Не знаю, дошло ли до него, о чем говорил старик. Понял ли он, что смерть Мишки и Генки была простой неизбежностью, ценой за жизнь его и других. Может быть, его безусое, только недавно познакомившееся с бритвой лицо не умело выражать всего, что происходило в душе. А может быть, он просто был сейчас далек от того, что рассказывал старик… Ведь молодожены народ такой… Кто его знает? Во всяком случае, он не задавал никаких вопросов, а только пытался высосать что-то из давно потухшей папиросы.
Внезапно журчание машинки оборвалось, и в открытых дверях показалось лицо молоденькой секретарши.
Она ощупала нас со стариком синими внимательными глазами. И, конечно, не найдя в нас ничего интересного, кокетливо улыбнулась парню.
– Пожалуйста.
Мы вошли. В кабинете было очень светло. Казалось, солнце накапливалось здесь все утро, и человек, выдававший ордера, сухонький, болезненный, с желтыми кругами на щеках, только и жил им, потому столь поздно открывал дверь посетителям. Он оглядел нас цепким взглядом и, сев за стол, сказал:
– Присаживайтесь.
Мы сели. Сам долго копался в ящиках с многочисленными бумагами, извлекая оттуда синие, белые, розовые папки. Потом, отыскав, наконец, нужный ему маленький узенький листик, взял его осторожно, точно бритву, двумя пальцами и, постукивая им о стол, улыбнулся.

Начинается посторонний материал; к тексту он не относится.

/**
 * Velocity and displacement of the profile: G_v = G_a g^2 / (2 pi f)^2 and G_d = G_a g^2 / (2 pi f)^4
 * (stationary random process, one division by omega^2 per integration; Bendat & Piersol 2010), each
 * again a power law per segment, so the same closed-form area applies with exponent n - 2 and n - 4.
 */
export function profileMotion(p: TestProfile): ProfileMotion {
  const toSi = p.units === "g" ? STANDARD_GRAVITY_M_PER_S2 ** 2 : 1;
  let v = 0;
  let d = 0;
  for (const s of p.segments) {
    v += powerLawArea(s.f1, s.f2, s.g1 / s.f1 ** 2, s.exponent - 2);
    d += powerLawArea(s.f1, s.f2, s.g1 / s.f1 ** 4, s.exponent - 4);
  }
  let vRandom = (v * toSi) / (4 * Math.PI ** 2);
  let dRandom = (d * toSi) / (16 * Math.PI ** 4);
  // A tone of peak A at f: velocity peak A/(2 pi f), displacement peak A/(2 pi f)^2, mean squares half
  // their squares; they add to the random part's mean squares (uncorrelated). The peak-to-peak stroke is
  // the random part's 6 sigma plus twice each tone's displacement peak (the peaks can line up).
  const toneSi = Math.sqrt(toSi);
  let tonesPeakToPeak = 0;
  for (const t of p.tones ?? []) {
    const w = 2 * Math.PI * t.hz;
    const vp = (t.peak * toneSi) / w;
    const dp = (t.peak * toneSi) / (w * w);
    vRandom += (vp * vp) / 2;
    dRandom += (dp * dp) / 2;
    tonesPeakToPeak += 2 * dp;
  }
  const randomDisp = Math.sqrt((d * toSi) / (16 * Math.PI ** 4));
  const velocityRms = Math.sqrt(vRandom);
  const displacementRms = Math.sqrt(dRandom);
  return { velocityRms, displacementRms, displacementPeakToPeak: 6 * randomDisp + tonesPeakToPeak };
}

– За квартирой, понимать надо? – спросил он у паренька и старика.
С удивительной легкостью, отыскав два заявления, прихлопнул их ладошкой к сукну, поднял руку все с тем же узеньким листочком.
– Есть только одна.
Он оглядел нас каждого в отдельности, точно любуясь эффектом, произведенным его словами, и затем торжественно повернулся к парню.
– В рубашке родились, молодой человек. По указанию комиссии, – и он поднял палец над головой, – нам предложено реализовать ее для молодоженов.
Я отвернулся, не желая видеть эгоистической улыбки парня. Признаться, в эту минуту даже был склонен его ненавидеть.
Но почему же молчит старик? Неужели он не будет спорить? Неужели ему все равно? Теперь на солнце он кажется таким щупленьким, маленьким. Даже глаза…
И я сразу понял, что не будет.
– Второй этаж. Ванна, – продолжал работник жилищного отдела. – Согласитесь, надо полагать, молодой человек?
Парень медлил, очевидно, только теперь понял, что обращаются к нему.
Шагнув к столу, он взял ордер. Лицо его поражало своей невозмутимостью и теперь. Он посмотрел на бумажку, на старика и, подойдя к нему вплотную, сказал:
– Возьмите!
Белая бумажка лежала на колене старика, бесприютная, чужая.
– Да ты что? – как бы очнулся старик. – Ведь это вам… тебе, сынок, выделили…
– Держи, держи, дед. Мы с Машей подождем. А что там комиссия еще решила, это неважно.
Он подождал, пока старику оформили ордер, и, обняв его за плечи, исчез с ним за дверью. Когда я посмотрел в окно, старика уже не было видно. Вдали между спинами приметно колыхалась рыжая бобриковая москвичка. Парень шагал широко, покачивая крутыми плечами, засунув руки в боковые карманы.
ВАРЕЖКИ
Подручному сталевару мартеновской печи Алексею Огурцову в канун Нового года не спалось.
Он лежал в разобранной постели и решал мучительный для себя вопрос: пойти на встречу Нового года или не пойти. С одной стороны, все было за то, чтобы идти: завтра выходной день – раз; в школе рабочей молодежи занятий нет – два; пригласительный билет на вечер есть – три. С другой стороны, Алексей чувствовал какую-то неловкость перед Настей. С этой девушкой он дружил и пойти без нее на новогодний вечер, значит, обидеть ее.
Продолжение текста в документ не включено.